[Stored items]
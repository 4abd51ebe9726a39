//! A rival opened to its notation: typed text is checked beside the page's own work, and the lane
//! runs it only when that is asked for. A text that is wrong touches nothing.

use std::cell::RefCell;

use record::scenario::InstanceText;
use report::number::of;
use web_sys::{HtmlInputElement, HtmlTextAreaElement};
use yew::prelude::*;

use crate::state::document::{DocumentAction, Slot};
use crate::state::editor::{Draft, Edit};
use crate::state::highlight::Piece;
use crate::state::lane::LaneId;
use crate::state::pointer::Shared;
use crate::state::typeset::row_at;
use crate::view::checking::{Checked, Reading, use_checking};
use crate::view::editor_box::{ScriptBox, select};
use crate::view::editor_remarks::Remarks;
use crate::view::guide::Guide;
use crate::view::hands::{Hands, use_hands};
use crate::view::typeset::Set;

#[derive(Properties, PartialEq)]
pub(crate) struct EditorProps {
    pub(crate) slot: Slot,
    pub(crate) letter: String,
    /// What the lane runs.
    pub(crate) draft: Draft,
    pub(crate) instance: Option<Shared<InstanceText>>,
    pub(crate) open: bool,
}

/// The button that opens the editor, and closes it with the text kept.
pub(crate) fn toggle(id: LaneId, letter: &str, open: &UseStateHandle<bool>) -> Html {
    let shown = **open;
    let open = open.setter();
    let onclick = Callback::from(move |_: MouseEvent| open.set(!shown));
    html! {
        <button
            type="button" data-testid="notation" aria-expanded={if shown { "true" } else { "false" }}
            aria-controls={panel(id)} aria-label={format!("Notation of {letter}")} {onclick}
        >{ "Notation" }</button>
    }
}

/// The id of the box that holds the text.
pub(crate) fn text_box(id: LaneId) -> String {
    format!("{}-text", panel(id))
}

fn panel(id: LaneId) -> String {
    format!("notation-{}", id.0)
}

/// The editor. While it is closed it keeps what was typed.
#[component]
pub(crate) fn Editor(props: &EditorProps) -> Html {
    let hands = use_hands();
    let draft = use_state_eq(|| props.draft.clone());
    let area = use_node_ref();
    let (caret, held) = (use_state_eq(|| 0_u32), use_mut_ref(|| None::<usize>));
    // A shipped formulation is looked at before it is edited.
    let editing = use_state_eq(|| props.slot.rival.from.is_none());
    let helping = use_state_eq(|| false);
    let begun = use_mut_ref(|| false);
    let begin = {
        let (editing, begun) = (editing.setter(), begun.clone());
        Callback::from(move |_: MouseEvent| {
            begun.replace(true);
            editing.set(true);
        })
    };
    use_effect_with((*editing, area.clone()), move |(_, area)| {
        if let (true, Some(area)) = (begun.replace(false), area.cast::<HtmlTextAreaElement>()) {
            select(&area, (0, 0));
        }
    });
    let setter = draft.setter();
    use_effect_with(props.draft.clone(), move |running| setter.set(running.clone()));
    let (id, instance) = (props.slot.id, props.instance.as_ref());
    let Reading { checked, pieces, names } = use_checking(id, props.open, &draft.text, instance);
    let now = (*draft).clone();
    let setter = draft.setter();
    let change = Callback::from(move |draft: Draft| setter.set(draft));
    if !props.open {
        return html! { <div id={panel(props.slot.id)} hidden=true /> };
    }
    let state = State { running: props.draft.clone(), draft: now, checked };
    let set = set(props, &state, *caret, &held, &area);
    let guide = format!("{}-guide", panel(props.slot.id));
    let help = helper(&guide, &helping);
    html! {
        <div
            class={classes!("editor", editing.then_some("open"))} id={panel(props.slot.id)} role="group"
            aria-label={format!("Notation of {}", props.letter)} data-testid="editor"
        >
            if *editing {
                { written(props, &state, hands.as_ref(), Text { pieces, names, help, area, change, caret: caret.setter() }) }
                { set }
            } else {
                { set }
                <div class="row">
                    <button type="button" data-testid="edit" onclick={begin}>{ "Edit" }</button>
                    { duplicate(props.slot.id, hands.as_ref()) }
                    { help }
                </div>
            }
            if *helping { <Guide id={guide} /> }
        </div>
    }
}

/// What the box of the text is drawn with.
struct Text {
    pieces: Shared<Vec<Piece>>,
    names: Shared<Vec<String>>,
    help: Html,
    area: NodeRef,
    change: Callback<Draft>,
    caret: UseStateSetter<u32>,
}

/// Title, role, the text with its buttons, and what is to be said of it.
fn written(props: &EditorProps, state: &State, hands: Option<&Hands>, text: Text) -> Html {
    let enter = run_it(props.slot.id, state, hands);
    let typed = {
        let draft = state.draft.clone();
        text.change.reform(move |text| Draft { text, ..draft.clone() })
    };
    let remarks = state.checked.as_ref().map_or_else(Vec::new, |c| c.report.remarks.clone());
    let id = panel(props.slot.id);
    let (told, listed) = (format!("{id}-state"), format!("{id}-remarks"));
    html! {
        <div>
            { heading(&state.draft, &text.change) }
            <ScriptBox
                id={text_box(props.slot.id)} label={format!("Notation of {}", props.letter)}
                text={state.draft.text.clone()} pieces={text.pieces} names={text.names}
                invalid={state.is_wrong()} described_by={format!("{told} {listed}")}
                area={text.area.clone()} typed={typed.clone()} enter={enter.clone()}
                caret={Callback::from(move |at| text.caret.set(at))}
            />
            { buttons(props, state, &enter, hands, text.help) }
            <div class="small">
                <p id={told} role="status" data-testid="notation-state">{ state.words() }</p>
                <Remarks
                    id={listed} remarks={Shared::new(remarks)} fresh={state.is_fresh()}
                    area={text.area} {typed}
                />
            </div>
        </div>
    }
}

/// The button of the help on the notation.
fn helper(guide: &str, open: &UseStateHandle<bool>) -> Html {
    let (shown, open) = (**open, open.setter());
    let onclick = Callback::from(move |_: MouseEvent| open.set(!shown));
    html! {
        <button
            type="button" data-testid="help" aria-expanded={if shown { "true" } else { "false" }}
            aria-controls={guide.to_owned()} {onclick}
        >{ "Help" }</button>
    }
}

/// The formulation as it was last read, set; the row of the caret is found while the text is as
/// it was read.
fn set(
    props: &EditorProps,
    state: &State,
    caret: u32,
    held: &RefCell<Option<usize>>,
    area: &NodeRef,
) -> Html {
    let Some(Checked { text, report }) = &state.checked else { return Html::default() };
    if state.is_fresh() {
        *held.borrow_mut() = row_at(&report.typeset.rows, text, caret);
    }
    let area = area.clone();
    let show = Callback::from(move |place: (u32, u32)| {
        if let Some(area) = area.cast::<HtmlTextAreaElement>() {
            select(&area, place);
        }
    });
    html! {
        <Set
            label={format!("{} as mathematics", props.letter)} report={report.clone()}
            active={*held.borrow()} {show}
        />
    }
}

/// What is typed, beside what runs.
struct State {
    running: Draft,
    draft: Draft,
    checked: Option<Checked>,
}

impl State {
    /// Whether the text as it is now was checked.
    fn is_fresh(&self) -> bool {
        self.checked.as_ref().is_some_and(|checked| checked.text == self.draft.text)
    }

    fn is_wrong(&self) -> bool {
        self.checked.as_ref().is_some_and(|checked| !checked.report.is_sound())
    }

    fn can_be_used(&self) -> bool {
        self.is_fresh() && !self.is_wrong() && self.draft != self.running
    }

    fn words(&self) -> String {
        let Some(checked) = &self.checked else { return "Checking.".to_owned() };
        if !self.is_fresh() {
            return "Changed, being checked.".to_owned();
        }
        let errors = checked.report.remarks.iter().filter(|one| one.complaint.error).count();
        if errors > 0 {
            let errors = of(errors as u64, "error");
            return format!("{errors}. The lane keeps what it runs.");
        }
        let size = checked.report.size.map_or_else(String::new, |size| {
            let (rows, columns) = (u64::from(size.rows), u64::from(size.columns));
            format!(": {}, {} on this instance", of(rows, "row"), of(columns, "column"))
        });
        let used = if self.draft == self.running {
            "This is what the lane runs."
        } else {
            "Changed, not used yet."
        };
        format!("No errors{size}. {used}")
    }
}

/// Title and role.
fn heading(draft: &Draft, change: &Callback<Draft>) -> Html {
    let title = {
        let draft = draft.clone();
        change.reform(move |event: InputEvent| {
            let input: HtmlInputElement = event.target_unchecked_into();
            Draft { title: input.value(), ..draft.clone() }
        })
    };
    let role = {
        let draft = draft.clone();
        change.reform(move |_: Event| Draft { relaxation: !draft.relaxation, ..draft.clone() })
    };
    html! {
        <>
            <label class="field wide">
                { "Title" }
                <input
                    type="text" maxlength="120" data-testid="notation-title"
                    value={draft.title.clone()} oninput={title}
                />
            </label>
            <label class="row small">
                <input type="checkbox" checked={draft.relaxation} onchange={role} data-testid="notation-role" />
                { "A relaxation: bounded, not compared for its optimum" }
            </label>
        </>
    }
}

/// Makes the lane run the draft.
fn run_it(id: LaneId, state: &State, hands: Option<&Hands>) -> Callback<()> {
    let (Some(hands), Some(checked), true) = (hands, &state.checked, state.can_be_used()) else {
        return Callback::noop();
    };
    let (hands, draft, report) = (hands.clone(), state.draft.clone(), checked.report.clone());
    Callback::from(move |()| {
        let edit = Edit::Use(id, draft.clone(), report.clone());
        hands.document.dispatch(DocumentAction::Edit(edit));
    })
}

fn buttons(
    props: &EditorProps,
    state: &State,
    enter: &Callback<()>,
    hands: Option<&Hands>,
    help: Html,
) -> Html {
    let able = state.can_be_used();
    let run = enter.reform(|_: MouseEvent| ());
    html! {
        <div class="row">
            <button
                type="button" data-testid="use" aria-disabled={if able { "false" } else { "true" }}
                title="Control and Enter" onclick={run}
            >{ "Use this text" }</button>
            if props.slot.shipped.is_some() {
                <button type="button" data-testid="restore" onclick={act(Edit::Restore, props.slot.id, hands)}>{ "Back to the shipped text" }</button>
            }
            { duplicate(props.slot.id, hands) }
            { help }
        </div>
    }
}

fn duplicate(id: LaneId, hands: Option<&Hands>) -> Html {
    html! {
        <button type="button" data-testid="duplicate" onclick={act(Edit::Duplicate, id, hands)}>{ "Duplicate this rival" }</button>
    }
}

fn act(edit: fn(LaneId) -> Edit, id: LaneId, hands: Option<&Hands>) -> Callback<MouseEvent> {
    let hands = hands.cloned();
    Callback::from(move |_: MouseEvent| {
        if let Some(hands) = &hands {
            hands.document.dispatch(DocumentAction::Edit(edit(id)));
        }
    })
}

• **Work order**: Which lines in the records contain the word "told"? Copy each one.

• **Answer space**:
    let (told, listed) = (format!("{id}-state"), format!("{id}-remarks"));
                invalid={state.is_wrong()} described_by={format!("{told} {listed}")}
                <p id={told} role="status" data-testid="notation-state">{ state.words() }</p>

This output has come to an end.